* EXERCISE INPUT:
..........
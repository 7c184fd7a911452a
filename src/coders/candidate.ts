import { InputError } from '../errors/errors.ts';
import { nearestWord } from '../errors/nearest.ts';
import { parseTransformChain } from '../transforms/chain.ts';
import type { Coder, CoderEntry, Declaration } from './contract.ts';
import { filling } from './fill.ts';
import { type ParameterValues, resolveParameters, writeParameters } from './parameters.ts';
import { coderEntries } from './registry.ts';
import { stored } from './stored.ts';
import { MOST_TABLES, tableSet } from './table-set.ts';
import { transformed } from './transformed.ts';

/** A coder with all parameters set, and its stable name. */
export interface Candidate {
  /**
   * `name` or `name:key=value,…`, parameters in declared order, defaults left out; then `tables_in_set=`, `stored=on` and, last,
   * `after=`.
   */
  readonly id: string;
  /** Of this very coder: its parameters can narrow what the registry's entry declares. */
  readonly declaration: Declaration;
  /** The coder's parameters, and the keys that every coder takes where they are given. */
  readonly values: ParameterValues;
  create(): Coder;
}

/** Keys that every coder takes besides its own: several shipped tables, raw messages where shorter, steps before it. */
const COMMON_KEYS = ['tables_in_set', 'stored', 'after'];

/** Names of keys that a later version will understand, for every coder. */
const LATER_KEYS = ['stage', 'lanes', 'refresh'];

/** The registry entry of that name. Throws InputError with the nearest name. */
export function coderEntryOf(
  name: string,
  entries: readonly CoderEntry[] = coderEntries,
): CoderEntry {
  const entry = entries.find((e) => e.declaration.name === name);
  if (entry !== undefined) return entry;
  const names = entries.map((e) => e.declaration.name);
  const near = nearestWord(name, names);
  throw new InputError(`there is no coder named ${JSON.stringify(name)}`, {
    expected: `one of ${names.join(', ')}`,
    advice: near === undefined ? 'bitassay coders lists them.' : `Did you mean ${near}?`,
  });
}

/** The parameter that is given by this word alone. */
function bareParameterOf(declaration: Declaration, word: string): string | undefined {
  return declaration.parameters.find(
    (p) => p.kind === 'word' && p.bare === true && p.words.includes(word),
  )?.key;
}

function splitPairs(text: string, declaration: Declaration, pairs: string): [string, string][] {
  const { name } = declaration;
  const result: [string, string][] = [];
  for (const written of pairs.split(',')) {
    const bareKey = bareParameterOf(declaration, written.trim());
    const pair = bareKey === undefined ? written : `${bareKey}=${written}`;
    const at = pair.indexOf('=');
    const key = at < 0 ? pair.trim() : pair.slice(0, at).trim();
    if (at < 1 || key === '') {
      throw new InputError(`cannot read the candidate ${JSON.stringify(text)}`, {
        expected: 'name:key=value,key=value',
        got: pair,
        advice: `bitassay coders ${name} shows the parameters of ${name}.`,
      });
    }
    if (result.some(([k]) => k === key)) {
      throw new InputError(`the candidate ${JSON.stringify(text)} gives ${key} twice`, { key });
    }
    result.push([key, pair.slice(at + 1).trim()]);
  }
  return result;
}

/** Number of candidates that {@link parseCandidates} would give, without making them. */
export function countCandidates(text: string): number {
  let count = 1;
  for (const match of text.matchAll(/=\s*(\d+)\.\.(\d+)/g)) {
    count *= Math.max(0, Number(match[2]) - Number(match[1]) + 1);
  }
  return count;
}

/**
 * The candidates behind one text: a value may be a range `a..b`, which gives one candidate for each integer.
 * @throws InputError for an unknown coder or parameter, a value out of range, an empty range, or more than 100 000 candidates
 */
export function parseCandidates(text: string): Candidate[] {
  return candidatesAmong(text, coderEntries);
}

function candidatesAmong(text: string, entries: readonly CoderEntry[]): Candidate[] {
  const colon = text.indexOf(':');
  const name = (colon < 0 ? text : text.slice(0, colon)).trim();
  const entry = coderEntryOf(name, entries);
  const declaration = entry.declaration;
  const pairs = colon < 0 ? [] : splitPairs(text, declaration, text.slice(colon + 1));
  if (countCandidates(text) > 100_000) {
    throw new InputError(
      `the candidate ${JSON.stringify(text)} stands for ${countCandidates(text)} candidates`,
      {
        expected: 'at most 100000',
        advice: 'Narrow its ranges.',
      },
    );
  }
  let choices: Record<string, string>[] = [{}];
  for (const [key, value] of pairs) {
    if (LATER_KEYS.includes(key) && !declaration.parameters.some((p) => p.key === key)) {
      throw new InputError(`${name}: the key ${key} is not built yet`, {
        key,
        advice: 'Leave it out; a later version of bitassay will understand it.',
      });
    }
    const range = /^(\d+)\.\.(\d+)$/.exec(value);
    let values = [value];
    if (range) {
      const from = Number(range[1]);
      const to = Number(range[2]);
      if (to < from) {
        throw new InputError(`${name}: the range of ${key} is empty`, {
          key,
          expected: 'a..b with a ≤ b',
          got: value,
        });
      }
      values = Array.from({ length: to - from + 1 }, (_, i) => String(from + i));
    }
    choices = choices.flatMap((choice) => values.map((v) => ({ ...choice, [key]: v })));
  }
  return choices.map((given) => candidateOf(entry, given));
}

/** The one candidate behind a text without ranges. Throws InputError when there are several. */
export function parseCandidate(text: string): Candidate {
  return parseCandidateWith(text, []);
}

/** The same, with coders besides the registry's. */
export function parseCandidateWith(text: string, more: readonly CoderEntry[]): Candidate {
  const candidates = candidatesAmong(text, [...coderEntries, ...more]);
  if (candidates.length !== 1) {
    throw new InputError(
      `${JSON.stringify(text)} stands for ${candidates.length} candidates where one is wanted`,
      {
        advice: 'Give one value instead of a range.',
      },
    );
  }
  return candidates[0];
}

/** The candidate of an entry and the texts of its keys. */
function candidateOf(entry: CoderEntry, given: Readonly<Record<string, string>>): Candidate {
  const { name, parameters } = entry.declaration;
  const { after, stored: storedText, tables_in_set: tablesText, ...own } = given;
  const values = resolveParameters(name, parameters, own, COMMON_KEYS);
  const chain = after === undefined ? undefined : parseTransformChain(after);
  const keepsRaw = storedText !== undefined && parseStored(name, storedText);
  const tableCount = tablesText === undefined ? undefined : parseTableCount(name, tablesText);
  const create = () => {
    let coder = entry.create(values);
    if (chain !== undefined) coder = transformed(coder, chain);
    if (tableCount !== undefined) coder = tableSet(coder, tableCount);
    // Outside of the steps, so that a raw message is the product's own symbols.
    return filling(keepsRaw ? stored(coder) : coder);
  };
  const common = {
    ...(tableCount === undefined ? {} : { tables_in_set: tableCount }),
    ...(keepsRaw ? { stored: 'on' } : {}),
    ...(chain === undefined ? {} : { after: chain.name }),
  };
  const pairs = [
    writeParameters(parameters, values),
    ...Object.entries(common).map(([key, value]) => `${key}=${value}`),
  ].filter((pair) => pair !== '');
  return {
    id: pairs.length === 0 ? name : `${name}:${pairs.join(',')}`,
    declaration: create().declares,
    values: { ...values, ...common },
    create,
  };
}

function parseStored(coder: string, text: string): boolean {
  if (text === 'on' || text === 'off') return text === 'on';
  throw new InputError(`${coder}: the value of stored is not allowed`, {
    coder,
    key: 'stored',
    expected: 'on | off',
    got: text,
  });
}

function parseTableCount(coder: string, text: string): number {
  const count = Number(text);
  if (/^\d+$/.test(text) && count >= 1 && count <= MOST_TABLES) return count;
  throw new InputError(`${coder}: the value of tables_in_set is not allowed`, {
    coder,
    key: 'tables_in_set',
    expected: `an integer from 1 to ${MOST_TABLES}`,
    got: text,
  });
}
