import type { SymbolArray } from '../symbols/sequence.ts';
import type { IntervalSink, IntervalSource } from './interval.ts';
import type { MemoryBound } from './memory-bound.ts';

/**
 * A probability model of symbols, the same at both ends: what it does for a symbol depends only on the symbols before.
 *
 * The intervals it gives keep the promises of interval.ts.
 */
export interface SymbolModel {
  /** Begins a reset unit: the trained or empty state, and the contexts of a message's start. */
  reset(): void;
  /** Gives the intervals of `symbols[from … to − 1]` to the sink. */
  encode(symbols: SymbolArray, from: number, to: number, sink: IntervalSink): void;
  /** Decodes `symbols[from … to − 1]`. */
  decode(source: IntervalSource, symbols: SymbolArray, from: number, to: number): void;
}

/** An adaptive model, which can be trained, copied, and made to return to a state. */
export interface AdaptiveModel extends SymbolModel {
  /** What its growing arrays are counted against. */
  readonly memory: MemoryBound;
  /** Contexts of a message's start; what was learned stays. */
  startContexts(): void;
  /** Makes the present counts the state that `reset` returns to. Until then `reset` only starts the contexts. */
  markResetState(): void;
  /** A copy that shares nothing and has no reset state yet. */
  clone(): AdaptiveModel;
}
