import type { BitWriter } from '../bits/bit-writer.ts';
import type { SymbolArray } from '../symbols/sequence.ts';
import type { Coded, Encoder, Setup } from './contract.ts';
import { refuseUnit, SymbolEnds, UnitGatherer } from './fill-units.ts';
import { symbolCountBits } from './message-frame.ts';
import type { MessageLedger } from './message-ledger.ts';

/**
 * One message at a time that can be taken back to a mark; its size never falls when symbols are added, unless it says so. What is in front of
 * its content, the count, is known only at its end.
 */
export interface MessageDraft {
  readonly writer: BitWriter;
  readonly ledger: MessageLedger;
  /** False: the size may fall. Absent: never. */
  readonly isSteady?: boolean;
  /** Begins a message; one that was not ended is forgotten. */
  start(): void;
  take(symbols: SymbolArray, from: number, to: number): void;
  /** Bits of the content, were the message to end here. */
  contentBits(): number;
  mark(): void;
  /** Back to the last mark of this message. Nothing can be taken before the next start. */
  restore(): void;
  /** Writes count and content, and books them. */
  end(symbolCount: number): void;
}

/** Share of the room left, by the size of the units before, that is filled at once when all goes well. */
const MOST_TRUST = 0.9;
const LEAST_TRUST = 0.2;

/**
 * Fills messages by taking unit after unit, with a mark after each; on overflow it goes back to the mark, ends the message
 * there and begins the next with the unit that did not fit. Exact because sizes never fall. Most of a message, guessed by
 * the size of the units before, is taken at once; where that was too much, the message begins again. Where sizes may fall,
 * every unit is taken by itself, up to the first that does not fit.
 *
 * Cost: a plain encode, and about one unit more for each message.
 */
export function fillingEncoder(setup: Setup, draft: MessageDraft): Encoder {
  const filler = new MessageFiller(setup, draft);
  return { push: (chunk) => filler.units.push(chunk), finish: () => filler.finish() };
}

class MessageFiller {
  readonly units: UnitGatherer;
  readonly #setup: Setup;
  readonly #draft: MessageDraft;
  readonly #budgetBits: number;
  readonly #symbolEnds = new SymbolEnds();
  /** Content bits of a unit, by the last message; at first no guess is made. */
  #unitBits = Number.POSITIVE_INFINITY;
  #trust = MOST_TRUST;

  // The message at hand: the first unit that it does not have yet, and where that begins.
  #next = 0;
  #at = 0;

  constructor(setup: Setup, draft: MessageDraft) {
    this.#setup = setup;
    this.#draft = draft;
    this.#budgetBits = Math.floor((setup.fill!.bytes * 8) / setup.align) * setup.align;
    this.units = new UnitGatherer((symbols, ends, last) => this.#make(symbols, ends, last));
  }

  finish(): Coded {
    this.units.finish();
    const { ledger, writer } = this.#draft;
    return { ...ledger.finish(writer), symbolEnds: this.#symbolEnds.finish() };
  }

  #make(symbols: SymbolArray, ends: Uint32Array, last: boolean): number {
    const draft = this.#draft;
    let unit = 0;
    let from = 0;
    while (unit < ends.length) {
      this.#next = unit;
      this.#at = from;
      draft.start();
      if (draft.isSteady !== false) this.#takeGuessed(symbols, ends, from);
      const isFull = this.#takeUntilOver(symbols, ends, from);
      const count = this.#next - unit;
      if (!isFull && !last) break;
      if (count === 0) this.#refuse(symbols, ends, unit, from);
      this.#unitBits = Math.max(1, draft.contentBits() / count);
      unit = this.#next;
      draft.end(this.#at - from);
      from = this.#at;
      this.#symbolEnds.add(this.units.symbolsDone + from);
    }
    return unit;
  }

  #fits(symbolCount: number, contentBits: number): boolean {
    return symbolCountBits(this.#setup, symbolCount) + contentBits <= this.#budgetBits;
  }

  /** Takes several units at once while there is likely room for them and one more. */
  #takeGuessed(symbols: SymbolArray, ends: Uint32Array, from: number): void {
    const draft = this.#draft;
    const unit = this.#next;
    for (;;) {
      const room = this.#budgetBits - draft.contentBits();
      const guess = Math.floor((this.#trust * room) / this.#unitBits);
      const next = this.#next + guess;
      if (guess < 2 || next > ends.length) return;
      const to = ends[next - 1];
      draft.take(symbols, this.#at, to);
      if (!this.#fits(to - from, draft.contentBits())) {
        this.#trust = Math.max(LEAST_TRUST, 0.75 * this.#trust);
        this.#next = unit;
        this.#at = from;
        draft.start();
        return;
      }
      this.#trust = Math.min(MOST_TRUST, 1.02 * this.#trust);
      draft.mark();
      this.#next = next;
      this.#at = to;
    }
  }

  /** Takes units one by one. True when one did not fit. */
  #takeUntilOver(symbols: SymbolArray, ends: Uint32Array, from: number): boolean {
    const draft = this.#draft;
    for (; this.#next < ends.length; this.#next++) {
      const to = ends[this.#next];
      draft.take(symbols, this.#at, to);
      if (!this.#fits(to - from, draft.contentBits())) {
        draft.restore();
        return true;
      }
      draft.mark();
      this.#at = to;
    }
    return false;
  }

  #refuse(symbols: SymbolArray, ends: Uint32Array, unit: number, from: number): never {
    const draft = this.#draft;
    const { align, fill } = this.#setup;
    draft.start();
    draft.take(symbols, from, ends[unit]);
    const bits = symbolCountBits(this.#setup, ends[unit] - from) + draft.contentBits();
    refuseUnit(this.units.unitsDone + unit, Math.ceil(bits / align) * align, fill!.bytes * 8);
  }
}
..........
* WHAT YOU HAVE TO DO:
Work out how many lines in the data contain "BitWriter" and state that number with nothing added.

* PROBLEM SOLUTION:
2